▶ _EXERCISE OBJECTIVE_
The required result is each line of the entries below containing the string "first".

▶ _Stored data entries_

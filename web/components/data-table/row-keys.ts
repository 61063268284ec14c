import type { KeyboardEvent } from 'react';

const FOCUSABLE = 'a[href], button:not(:disabled), input:not(:disabled), select:not(:disabled)';

function focusablesOf(row: Element): HTMLElement[] {
  return [...row.querySelectorAll<HTMLElement>(FOCUSABLE)];
}

/** Up, Down, Home and End move between rows, staying in the same column of links or on the row itself. */
export function moveBetweenRows(event: KeyboardEvent<HTMLElement>): void {
  const active = document.activeElement;
  const row = active?.closest('tr[data-row]');
  if (!active || !row || active instanceof HTMLSelectElement) return;
  const rows = [...event.currentTarget.querySelectorAll('tr[data-row]')];
  const at = rows.indexOf(row);
  const to = { ArrowUp: at - 1, ArrowDown: at + 1, Home: 0, End: rows.length - 1 }[event.key];
  const target = to === undefined ? undefined : rows[to];
  if (!target) return;
  event.preventDefault();
  if (active === row) {
    (target as HTMLElement).focus();
    return;
  }
  const place = focusablesOf(row).indexOf(active as HTMLElement);
  const candidates = focusablesOf(target);
  (candidates[place] ?? candidates[0])?.focus();
}
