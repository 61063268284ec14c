import { useCallback, useMemo } from 'react';
import { useSearchParams } from 'react-router-dom';

export type Sort = { id: string; down: boolean };

export type TableState = {
  sort: Sort | null;
  /** From 1. */
  page: number;
  /** Values by filter; a filter that is not set is absent. */
  filters: Readonly<Record<string, string>>;
  /** Columns chosen; null for the usual ones. */
  columns: readonly string[] | null;
};

export type TableStateOptions = {
  /** Names of the filters of this table. */
  filters?: readonly string[];
  initialSort?: Sort;
  /** Tells apart two tables of one page. */
  prefix?: string;
};

/** The state of a table lives in the address, so that a view can be sent to a colleague and found again. */
export function useTableState({ filters = [], initialSort, prefix = '' }: TableStateOptions) {
  const [params, setParams] = useSearchParams();
  const filterKey = filters.join(' ');

  const state = useMemo<TableState>(() => {
    const sort = params.get(`${prefix}sort`);
    const columns = params.get(`${prefix}columns`);
    const page = Number(params.get(`${prefix}page`) ?? 1);
    const values: Record<string, string> = {};
    for (const id of filterKey.split(' ')) {
      const value = id ? params.get(prefix + id) : null;
      if (value) values[id] = value;
    }
    return {
      sort: sort
        ? { id: sort.replace(/^-/, ''), down: sort.startsWith('-') }
        : (initialSort ?? null),
      page: Number.isInteger(page) && page > 0 ? page : 1,
      filters: values,
      columns: columns === null ? null : columns.split(','),
    };
  }, [params, prefix, filterKey, initialSort]);

  const set = useCallback(
    (changes: Readonly<Record<string, string | null>>) => {
      setParams(
        (before) => {
          const next = new URLSearchParams(before);
          for (const [name, value] of Object.entries(changes)) {
            if (value === null || value === '') next.delete(prefix + name);
            else next.set(prefix + name, value);
          }
          return next;
        },
        { replace: true, preventScrollReset: true },
      );
    },
    [setParams, prefix],
  );

  return {
    ...state,
    setSort: (sort: Sort) => set({ sort: `${sort.down ? '-' : ''}${sort.id}`, page: null }),
    setPage: (page: number) => set({ page: page === 1 ? null : String(page) }),
    setFilter: (id: string, value: string) => set({ [id]: value || null, page: null }),
    clearFilters: () => set(Object.fromEntries([...filters, 'page'].map((id) => [id, null]))),
    setColumns: (columns: readonly string[] | null) =>
      set({ columns: columns === null ? null : columns.join(',') }),
  };
}

export type TableControl = ReturnType<typeof useTableState>;
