import { type RefObject, useLayoutEffect, useState } from 'react';

/**
 * True while the table is wider than its place: then it scrolls in a box of its own, with a sticky
 * head and first column. Otherwise the head sticks to the window.
 */
export function useOverflow(frame: RefObject<HTMLElement | null>): boolean {
  const [wide, setWide] = useState(false);
  useLayoutEffect(() => {
    const element = frame.current;
    const table = element?.querySelector('table');
    if (!element || !table) return;
    const look = () => setWide(table.scrollWidth > element.clientWidth + 1);
    const observer = new ResizeObserver(look);
    observer.observe(element);
    observer.observe(table);
    look();
    return () => observer.disconnect();
  }, [frame]);
  return wide;
}
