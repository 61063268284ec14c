import { zodResolver } from '@hookform/resolvers/zod';
import { useState } from 'react';
import { useForm } from 'react-hook-form';
import { Navigate, useNavigate, useSearchParams } from 'react-router-dom';
import {
  type SignInRequest,
  signedInSchema,
  signInRequestSchema,
} from '../../../api/contracts/auth.ts';
import { api } from '../../app/api.ts';
import { paths } from '../../app/paths.ts';
import { sentenceOf } from '../../app/problem.ts';
import { queryClient } from '../../app/query-client.ts';
import { markRenewed } from '../../app/refresh.ts';
import { isMarkedSignedIn, markSignedIn } from '../../app/signed-in.ts';
import { Button } from '../../components/button.tsx';
import { Form, useField } from '../../components/form.tsx';
import { Page } from '../../components/page.tsx';
import { TextField } from '../../components/text-field.tsx';
import { words } from '../../words/en.ts';

const text = words.signIn;
const labels = { email: text.email, password: text.password };

/** Only addresses of our own pages are gone back to. */
function safeBack(back: string | null): string {
  return back?.startsWith('/') && !back.startsWith('//') && !back.includes('\\')
    ? back
    : paths.home;
}

export function SignInPage() {
  const [params] = useSearchParams();
  const [signedIn] = useState(isMarkedSignedIn);
  const back = safeBack(params.get('back'));
  if (signedIn) return <Navigate to={back} replace />;
  return <SignInDocument back={back} why={params.get('why')} />;
}

function SignInDocument({ back, why }: { back: string; why: string | null }) {
  const navigate = useNavigate();
  const [problem, setProblem] = useState<string>();
  const form = useForm<SignInRequest>({
    resolver: zodResolver(signInRequestSchema),
    defaultValues: { email: '', password: '' },
  });
  const reason = why && why in text.why ? text.why[why as keyof typeof text.why] : null;

  async function signIn(request: SignInRequest) {
    setProblem(undefined);
    try {
      const answer = await api('/api/sign-in', {
        method: 'POST',
        body: request,
        answer: signedInSchema,
      });
      queryClient.clear();
      markRenewed();
      markSignedIn();
      await navigate(answer.mustChangePassword ? paths.newPassword : back, { replace: true });
    } catch (error) {
      setProblem(sentenceOf(error));
    }
  }

  return (
    <main className="mx-auto w-full max-w-page px-4 pt-10 pb-16 narrow:px-8 narrow:pt-16">
      <Page heading={text.heading} sentence={text.sentence}>
        {reason ? (
          <p role="status" className="mb-6 max-w-text border-l-4 border-kelp py-1 pl-3">
            {reason}
          </p>
        ) : null}
        <div className="grid gap-x-16 gap-y-10 wide:grid-cols-[minmax(0,1fr)_minmax(0,26rem)]">
          <Form form={form} onSubmit={signIn} labels={labels} problem={problem}>
            <TextField
              {...useField(form.control, 'email')}
              label={text.email}
              type="email"
              autoComplete="username"
              width={36}
            />
            <TextField
              {...useField(form.control, 'password')}
              label={text.password}
              type="password"
              autoComplete="current-password"
              width={36}
            />
            <Button type="submit" weight="filled" isDisabled={form.formState.isSubmitting}>
              {form.formState.isSubmitting ? text.working : text.act}
            </Button>
            <p className="max-w-text text-13 text-faded">{text.forgotten}</p>
          </Form>
          <section
            aria-labelledby="cautions"
            className="border-t border-line pt-4 wide:border-t-0 wide:border-l wide:pt-0 wide:pl-6"
          >
            <h2 id="cautions" className="font-semibold">
              {text.cautionsHeading}
            </h2>
            <ul className="mt-2 grid gap-2 text-faded">
              {text.cautions.map((caution) => (
                <li key={caution}>{caution}</li>
              ))}
            </ul>
          </section>
        </div>
      </Page>
    </main>
  );
}
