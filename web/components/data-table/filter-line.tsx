import { useEffect, useEffectEvent, useId, useState } from 'react';
import { words } from '../../words/en.ts';
import { Button } from '../button.tsx';
import type { Filter } from './column.ts';
import type { TableControl } from './table-state.ts';

type FilterLineProps<Row> = {
  filters: readonly Filter<Row>[];
  control: TableControl;
  /** "12 of 160 subjects". */
  count: string;
};

/** The filters are one line of sentences over the table. */
export function FilterLine<Row>({ filters, control, count }: FilterLineProps<Row>) {
  const active = filters.some((filter) => control.filters[filter.id]);
  return (
    <div className="flex min-h-9 flex-wrap items-baseline gap-x-4 gap-y-1">
      {filters.map((filter) => (
        <FilterPart
          key={filter.id}
          filter={filter}
          value={control.filters[filter.id] ?? ''}
          set={(value) => control.setFilter(filter.id, value)}
        />
      ))}
      <span role="status">{count}</span>
      {active ? (
        <Button weight="quiet" onPress={control.clearFilters}>
          {words.table.clear}
        </Button>
      ) : null}
    </div>
  );
}

const PART =
  'target min-h-7 border-0 border-b border-edge bg-transparent px-1 py-0.5 text-15 text-ink';

function FilterPart<Row>(props: {
  filter: Filter<Row>;
  value: string;
  set: (value: string) => void;
}) {
  const { filter, value, set } = props;
  const id = useId();
  const label = (
    <label htmlFor={id} className="text-faded">
      {filter.label}
    </label>
  );
  if (filter.day) {
    return (
      <span className="inline-flex items-baseline gap-2">
        {label}
        <input
          id={id}
          type="date"
          className={`${PART} figure`}
          value={value}
          onChange={(event) => set(event.target.value)}
        />
      </span>
    );
  }
  if (!filter.choices) {
    return (
      <span className="inline-flex items-baseline gap-2">
        {label}
        <TextPart id={id} value={value} set={set} />
      </span>
    );
  }
  return (
    <span className="inline-flex max-w-full items-baseline gap-2">
      {label}
      <select
        id={id}
        className={`${PART} max-w-full ${value ? 'font-semibold' : ''}`}
        value={value}
        onChange={(event) => set(event.target.value)}
      >
        <option value="">{words.common.any}</option>
        {filter.choices.map((choice) => (
          <option key={choice.value} value={choice.value}>
            {choice.label}
          </option>
        ))}
      </select>
    </span>
  );
}

/** Text is put into the address once the typing rests. */
function TextPart({ id, value, set }: { id: string; value: string; set: (value: string) => void }) {
  const [text, setText] = useState(value);
  const [settled, setSettled] = useState(value);
  if (value !== settled) {
    setSettled(value);
    setText(value);
  }
  const rested = useEffectEvent((typed: string) => {
    if (typed === value) return;
    setSettled(typed);
    set(typed);
  });
  // Only typing starts the wait.
  useEffect(() => {
    const timer = setTimeout(() => rested(text), 250);
    return () => clearTimeout(timer);
  }, [text]);
  return (
    <input
      id={id}
      type="search"
      className={`${PART} w-[14ch]`}
      value={text}
      onChange={(event) => setText(event.target.value)}
    />
  );
}
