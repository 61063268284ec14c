/** Figures about the process for whoever operates it: counts and times, nothing of a person or a study. */
import type { RequestHandler } from 'express';
import type pg from 'pg';
import { collectDefaultMetrics, Gauge, Histogram, Registry } from 'prom-client';
import type { PostgresDriver } from 'typeorm/driver/postgres/PostgresDriver.js';
import type { Databases } from '../../database/data-source.ts';
import { Job, type JobState } from '../../database/entities/index.ts';
import { DATABASE_ROLES } from '../../database/role-names.ts';

export interface Metrics {
  /** Counts and times each request by the pattern of its route, never by its address. */
  readonly observe: RequestHandler;
  /** Prometheus text. */
  text(): Promise<string>;
  readonly contentType: string;
}

/** Seconds: an answer from memory, an ordinary one, one that is felt, one that is waited for. */
const BUCKETS = [0.01, 0.05, 0.25, 1, 5];
const JOB_STATES: readonly JobState[] = ['waiting', 'running', 'done', 'failed', 'cancelled'];

export function createMetrics(databases: Databases): Metrics {
  const register = new Registry();
  collectDefaultMetrics({ register });
  gaugePools(register, databases);
  gaugeJobs(register, databases);
  return {
    observe: observer(register),
    text: () => register.metrics(),
    contentType: register.contentType,
  };
}

function observer(register: Registry): RequestHandler {
  const requests = new Histogram({
    name: 'http_request_seconds',
    help: 'Requests by method, pattern of the route and status, with the time until the answer was sent',
    labelNames: ['method', 'route', 'status'] as const,
    buckets: BUCKETS,
    registers: [register],
  });
  return (req, res, next) => {
    const stop = requests.startTimer({ method: req.method });
    // A caller who leaves in the middle closes without finishing; both end here, once.
    res.once('close', () => {
      // What no route of ours took is one figure: its addresses are whatever a stranger types.
      const route: unknown = req.route?.path;
      stop({ route: typeof route === 'string' ? route : 'none', status: res.statusCode });
    });
    next();
  };
}

function gaugePools(register: Registry, databases: Databases): void {
  new Gauge({
    name: 'database_connections',
    help: 'Connections of each pool by state; waiting are requests for one that is not free yet',
    labelNames: ['pool', 'state'] as const,
    registers: [register],
    collect() {
      for (const role of DATABASE_ROLES) {
        const pool: pg.Pool = (databases[role].driver as PostgresDriver).master;
        this.set({ pool: role, state: 'used' }, pool.totalCount - pool.idleCount);
        this.set({ pool: role, state: 'idle' }, pool.idleCount);
        this.set({ pool: role, state: 'waiting' }, pool.waitingCount);
      }
    },
  });
}

function gaugeJobs(register: Registry, databases: Databases): void {
  new Gauge({
    name: 'jobs',
    help: 'Pieces of long work by state, of all servers and workers together',
    labelNames: ['state'] as const,
    registers: [register],
    async collect() {
      const rows = await databases.masked
        .getRepository(Job)
        .createQueryBuilder('job')
        .select('job.state', 'state')
        .addSelect('count(*)', 'count')
        .groupBy('job.state')
        .getRawMany<{ state: JobState; count: string }>();
      const counts = new Map(rows.map(({ state, count }) => [state, Number(count)]));
      for (const state of JOB_STATES) this.set({ state }, counts.get(state) ?? 0);
    },
  });
}
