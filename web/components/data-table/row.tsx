import type { ReactNode } from 'react';
import type { Column } from './column.ts';
import type { Sort } from './table-state.ts';

const NONE = '\u2014';

/** The heading of a column; sortable ones are buttons and say how they are sorted. */
export function HeadingCell<Row>(props: {
  column: Column<Row>;
  sort: Sort | null;
  sortable: boolean;
  onSort: () => void;
}) {
  const { column, sort } = props;
  // One piece: in a numeric heading the mark of sorting stands before it, the unit never does.
  const text = (
    <span>
      {column.heading}
      {column.unit ? <span className="font-normal">, {column.unit}</span> : null}
    </span>
  );
  return (
    <th
      scope="col"
      className={`${column.numeric ? 'numeric' : ''} ${column.grow ? 'w-full' : ''}`}
      aria-sort={sort ? (sort.down ? 'descending' : 'ascending') : undefined}
    >
      {props.sortable ? (
        <button
          type="button"
          className={`inline-flex min-h-6 items-baseline gap-1 text-left font-semibold whitespace-nowrap hover:text-ink ${column.numeric ? 'flex-row-reverse' : ''}`}
          onClick={props.onSort}
        >
          {text}
          <svg
            aria-hidden="true"
            width="8"
            height="8"
            viewBox="0 0 8 8"
            className={sort ? 'text-ink' : 'opacity-0'}
          >
            <path d={sort?.down ? 'M0 2h8L4 7z' : 'M0 6h8L4 1z'} fill="currentColor" />
          </svg>
        </button>
      ) : (
        text
      )}
      {column.headingExtra}
    </th>
  );
}

/** One row. With `onPick` the row itself can be reached and picked with the keyboard. */
export function DataRow<Row>(props: {
  id: string;
  row: Row;
  columns: readonly Column<Row>[];
  index?: number;
  reachable: boolean;
  picked: boolean;
  onPick?: (id: string) => void;
}) {
  const { id, row, columns, onPick } = props;
  return (
    <tr
      data-row={id}
      aria-rowindex={props.index}
      aria-selected={onPick ? props.picked : undefined}
      tabIndex={onPick ? (props.reachable ? 0 : -1) : undefined}
      className={onPick ? 'cursor-pointer' : undefined}
      onClick={onPick ? () => onPick(id) : undefined}
      onKeyDown={
        onPick
          ? (event) => {
              if (event.target !== event.currentTarget) return;
              if (event.key !== 'Enter' && event.key !== ' ') return;
              event.preventDefault();
              onPick(id);
            }
          : undefined
      }
    >
      {columns.map((column, index) => {
        const content = contentOf(column, row);
        const place = column.place ?? (index === 0 ? 'first' : 'fact');
        const shared = {
          className: column.numeric ? 'numeric' : undefined,
          'data-place': place,
          'data-heading': column.unit ? `${column.heading}, ${column.unit}` : column.heading,
        };
        return index === 0 ? (
          <th key={column.id} scope="row" {...shared}>
            {content}
          </th>
        ) : (
          <td key={column.id} {...shared}>
            {content}
          </td>
        );
      })}
    </tr>
  );
}

function contentOf<Row>(column: Column<Row>, row: Row): ReactNode {
  if (column.cell) return column.cell(row);
  const value = column.value(row);
  return value === null || value === undefined || value === '' ? NONE : String(value);
}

▶ _RESULT_
 * head and first column. Otherwise the head sticks to the window.
        const place = column.place ?? (index === 0 ? 'first' : 'fact');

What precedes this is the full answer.